秋霖止まず 第四十一話
すかさず大統領が「ここは法廷ではない。座れ」と止めたが、「これは今の議論と関係があります。今私たちが議論しているのはマルタンのこれからに大きく影響を与えます。ですので、続けさせていただきます」と尋問を続けた。
しかし、すぐにディヤーベオ議員の勢いはくじかれることになる。
議員の発言に他のほとんどの議員が「具体的な捜査もせず責任所在を一人に押しつけるのは今後も後を引く。ここで陛下に責任を擦り付けるのは、かつて行われていた専制政治と変わらず連盟政府にすら劣る議論だ。無責任にもほどがある」と猛反発した。
唐突に始まった誘導尋問に痺れを切らしていた様子の大統領に至っては「ディヤーベオ、お前をクビにするか否かを、ここで話し合うとしよう。何、すぐに結論は出る。時間の無駄にはならん。勢いだけで一人に責任を押しつけようとする者を、その場の雰囲気に乗せてクビするだけだ。お前が試みたようにな。だが、ユニオンは民主的な国家だ。その精神に則り、民主的に決を採ろうではないか。民議会はそのために何十人もいるのだ。今すぐ採決を取れば時間も税金も無駄にならん。若いんなら出直してこい」とディヤーベオ議員を指さして叱責した。
会議室の雲行きが本題が話し合われる前に怪しくなってしまい、これでは冷静な話し合いが出来ない。マルタンの状況はこれではますます悪化の一途を辿ってしまう。悪影響はマルタンだけでは収まらず、ユニオン全体に波及してしまう。
両手をテーブルに打ち付けて「皆さん!」と声を上げて立ち上がった。立ち上がる際にさりげなく杖に触り、魔法で自分の周りだけの空気の振動を増幅させて声を部屋いっぱいに響かせた。
「私は市長殺害未遂事件について、私自身も被害者であり、その責任の一切を負うつもりはありません。
ですが、ディヤーベオ議員が事態を素早く収める為にそう仰ったのは、派閥が入り乱れ議論が出来る場が整っていると言う証拠たる派閥の一つである急進派ならではでもあり、全く理解し難い行動だと全否定することはできません。

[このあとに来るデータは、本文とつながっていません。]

"""`use`: includes stay inside the repository, name `.loop` regular files, are read once
per model, and are shown by paths relative to the model as it was named.

Every case is a crafted tree in tmp_path: a `.git` folder marks the repository where
the case needs one. Cases that hung before (a FIFO, /dev/zero, an include bomb) run in
a subprocess with a hard timeout.
"""
from __future__ import annotations

import math

import os
import subprocess
import sys
import textwrap
from pathlib import Path

import pytest

from loopwise.analysis import check_file
from loopwise.cli import main
from loopwise.errors import ModelError, ModelErrors, render
from loopwise.language.source import repository_root
from tests.scenarios import outside_git

LOOP = "input r\ne = r - y\ny = C(e)\nbreak b at y\n"  # needs a block C from an include
SECRET = "API_TOKEN=hunter2-do-not-print"


def errors(path, **options) -> list[ModelError]:
    with pytest.raises((ModelError, ModelErrors)) as info:
        check_file(path, **options)
    exc = info.value
    return list(exc.errors) if isinstance(exc, ModelErrors) else [exc]


def repo(tmp_path: Path) -> Path:
    """A repository (a `.git` folder) with models/ in it, and a folder outside it."""
    root = tmp_path / "repo"
    (root / "models" / "common").mkdir(parents=True)
    (root / ".git").mkdir()
    (tmp_path / "outside").mkdir()
    (tmp_path / "outside" / ".env").write_text(SECRET + "\n")
    (tmp_path / "outside" / "lib.loop").write_text(f"# {SECRET}\nparam k = 1\nblock C = k/(s+1)\n")
    return root


def model(root: Path, use: str, name: str = "m.loop") -> Path:
    path = root / "models" / name
    path.write_text(f'use "{use}"\n' + LOOP)
    return path


def every_format(capsys, path: Path) -> str:
    """What `loopwise check` prints for the model in every format (exit code 2 each time)."""
    out = []
    for fmt in ("text", "json", "junit", "markdown"):
        assert main(["check", str(path), "--format", fmt]) == 2, fmt
        captured = capsys.readouterr()
        out.append(captured.out + captured.err)
    return "\n".join(out)


# --- the repository boundary ----------------------------------------------------------------

@pytest.mark.parametrize("use", ["../../outside/.env", "../../outside/lib.loop"])
def test_include_outside_the_repository_is_refused_and_not_shown(tmp_path, capsys, use):
    # regression: `use "../outside/.env"` printed every line of the file as errors
    root = repo(tmp_path)
    m = model(root, use)
    (err,) = [e for e in errors(m) if e.span.line == 1]
    assert err.code == "LW207"
    assert err.message == f"included file {use} lies outside the repository"
    assert err.span.file == str(m)
    out = every_format(capsys, m)
    assert "hunter2" not in out and "LW207" in out


def test_absolute_include_of_a_system_file_is_refused(tmp_path, capsys):
    root = repo(tmp_path)
    m = model(root, "/etc/passwd")
    (err,) = [e for e in errors(m) if e.span.line == 1]
    assert err.code == "LW207" and "/etc/passwd" in err.message
    assert "root:" not in every_format(capsys, m)


def test_loop_link_that_leads_outside_is_refused(tmp_path, capsys):
    root = repo(tmp_path)
    os.symlink(tmp_path / "outside" / "lib.loop", root / "models" / "common" / "lib.loop")
    m = model(root, "common/lib.loop")
    (err,) = [e for e in errors(m) if e.span.line == 1]
    assert err.code == "LW207" and "outside the repository" in err.message
    assert "hunter2" not in every_format(capsys, m)


def test_loop_link_to_a_file_of_another_kind_never_shows_its_lines(tmp_path, capsys):
    root = repo(tmp_path)
    (root / ".env").write_text(SECRET + "\n")
    os.symlink(root / ".env", root / "models" / "env.loop")
    m = model(root, "env.loop")
    (err,) = [e for e in errors(m) if e.span.line == 1]
    # `API_TOKEN=hunter2-...` reads as an equation: refused in an included file (LW204),
    # reported without its text
    assert (err.code, err.span.file, err.span.col) == ("LW208", str(m), 5)
    assert err.message == ("included file env.loop has 1 error, not shown: only `.loop` files have "
                           "their lines shown")
    assert "hunter2" not in every_format(capsys, m)


def test_include_of_a_file_of_another_kind_never_shows_its_lines(tmp_path, capsys):
    root = repo(tmp_path)
    (root / "notes.txt").write_text(f"{SECRET}\nparam = 3\n")
    m = model(root, "../notes.txt")
    (err,) = [e for e in errors(m) if e.span.line == 1]
    assert err.code == "LW208" and err.message.startswith("included file ../notes.txt has 1 error, not shown")
    assert "hunter2" not in every_format(capsys, m)


def test_a_library_of_another_kind_is_read_and_its_warnings_point_at_the_use(tmp_path):
    root = repo(tmp_path)
    lib = root / "models" / "common"
    (lib / "plant.inc").write_text('use "more.loop"\nparam k = 2\nblock C = k/(s+1)\nblock Spare = 1/(s+3)\n')
    (lib / "more.loop").write_text("block Also = 1/(s+4)\n")
    m = model(root, "common/plant.inc")
    result = check_file(m)
    assert result.stable
    unused = sorted((f.message, f.span.file, f.span.line) for f in result.findings if f.code == "LW282")
    # both unused blocks: the one in plant.inc, and the one in the file it uses
    assert unused == [("block `Also` is never used", str(m), 1), ("block `Spare` is never used", str(m), 1)]


def test_model_that_is_a_link_out_of_the_repository_is_not_read(tmp_path, capsys):
    root = repo(tmp_path)
    (tmp_path / "outside" / "secret.loop").write_text(f"{SECRET}\n")
    os.symlink(tmp_path / "outside" / "secret.loop", root / "models" / "link.loop")
    (err,) = errors(root / "models" / "link.loop")
    assert err.code == "LW001" and "outside the repository" in err.message
    assert "hunter2" not in every_format(capsys, root / "models" / "link.loop")


def test_inside_git_an_include_may_reach_anywhere_in_the_work_tree(tmp_path):
    root = repo(tmp_path)
    (root / "lib").mkdir()
    (root / "lib" / "ctl.loop").write_text("param k = 2\nblock C = k/(s+1)\n")
    m = model(root, "../lib/ctl.loop")
    result = check_file(m)
    assert result.stable and result.breaks[0].name == "b"


def test_outside_git_the_checked_folder_bounds_includes(tmp_path, capsys):
    top = outside_git(tmp_path)
    (top / "lib" / "ctl.loop").write_text("param k = 2\nblock C = k/(s+1)\n")
    m = top / "models" / "m.loop"
    m.write_text('use "../lib/ctl.loop"\n' + LOOP)
    # alone, the model's own folder is the boundary
    (err,) = [e for e in errors(m) if e.span.line == 1]
    assert err.code == "LW207"
    # with the checked folder as root (what the command line passes), it is inside
    assert check_file(m, root=top).stable
    assert main(["check", str(top), "--format", "json"]) == 0
    capsys.readouterr()
    assert main(["check", str(top / "models")]) == 2  # the checked folder is models/ alone


# --- files that are not regular, links that loop ------------------------------------------------

def run_check(path: Path, timeout: float = 60) -> subprocess.CompletedProcess:
    """`loopwise check` in a fresh interpreter; a hang fails at the timeout."""
    return subprocess.run([sys.executable, "-m", "loopwise", "check", str(path)], capture_output=True,
                          text=True, timeout=timeout)


@pytest.mark.skipif(not hasattr(os, "mkfifo"), reason="needs FIFOs")
def test_use_of_a_fifo_is_a_located_error(tmp_path):
    # regression: blocked forever
    root = repo(tmp_path)
    os.mkfifo(root / "models" / "common" / "pipe.loop")
    m = model(root, "common/pipe.loop")
    proc = run_check(m)
    assert proc.returncode == 2, proc.stderr
    assert "m.loop:1:5: error LW206 cannot read included file common/pipe.loop: is not a regular file" \
        in proc.stdout, proc.stdout


@pytest.mark.skipif(not os.path.exists("/dev/zero"), reason="needs /dev/zero")
def test_use_of_dev_zero_is_refused_at_once(tmp_path):
    # regression: read without limit (an internal error under a memory cap)
    root = repo(tmp_path)
    m = model(root, "/dev/zero")
    proc = run_check(m)
    assert proc.returncode == 2 and "error LW207 included file /dev/zero lies outside" in proc.stdout, \
        proc.stdout + proc.stderr


def test_use_of_a_symlink_loop_is_a_located_error(tmp_path):
    root = repo(tmp_path)
    os.symlink("b.loop", root / "models" / "a.loop")
    os.symlink("a.loop", root / "models" / "b.loop")
    m = model(root, "a.loop")
    (err,) = [e for e in errors(m) if e.span.line == 1]
    assert err.code == "LW206" and err.message == "cannot read included file a.loop: a loop of symbolic links"


# --- read once per model -------------------------------------------------------------------------

BOMB_COUNT = """
import sys
from loopwise.language import includes, resolve
calls = []
real = resolve.parse_text
def counting(text, file="<text>", *rest):
    calls.append(file)
    return real(text, file, *rest)
resolve.parse_text = counting   # the model itself (and settings requirements)
includes.parse_text = counting  # every included file
model = resolve.resolve_file(sys.argv[1])
print(len(calls), len(set(calls)), len(model.params))
"""


def test_include_bomb_parses_each_file_once(tmp_path):
    # regression: 26 files that each use the next twice made 2^25 parses
    root = repo(tmp_path)
    lib = root / "models" / "common"
    for i in range(26):
        uses = f'use "f{i + 1}.loop"\n' * 2 if i < 25 else ""
        (lib / f"f{i}.loop").write_text(uses + f"param p{i} = {i}\n")
    m = root / "models" / "m.loop"
    m.write_text('use "common/f0.loop"\ninput r\ne = r - y\ny = [1/(s+1)](e)\nbreak b at y\n')
    proc = subprocess.run([sys.executable, "-c", BOMB_COUNT, str(m)], capture_output=True, text=True,
                          timeout=120)
    assert proc.returncode == 0, proc.stderr
    # the model's own text is parsed by resolve_file's caller path too: 1 + 26 files
    assert proc.stdout.split() == ["27", "27", "26"]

私個人として、そのようなことを言われるのは非常に許せません。ですが、皇帝という立場を未だ堅持し、政治的な事後処理を含めたことを話し合うためのこういった会議に参加させてもらっている以上、何ら決定権を持たないにしても政治的な見解を持つべきだと考えているます。よって、早期の事態収拾への手段としてそのような方法が考えられてしまうのは仕方ないと思います。
今回起きた痛ましい事件、市長を狙撃で暗殺するなど、単なる狂気だけに満ちた突発的な犯行とは思えません。必ず、何かが背後にあります。それについて警察組織による捜査で現時点では分かっていないのではっきりと言うことは出来ませんが、議会の皆様も分かっているものだと存じます。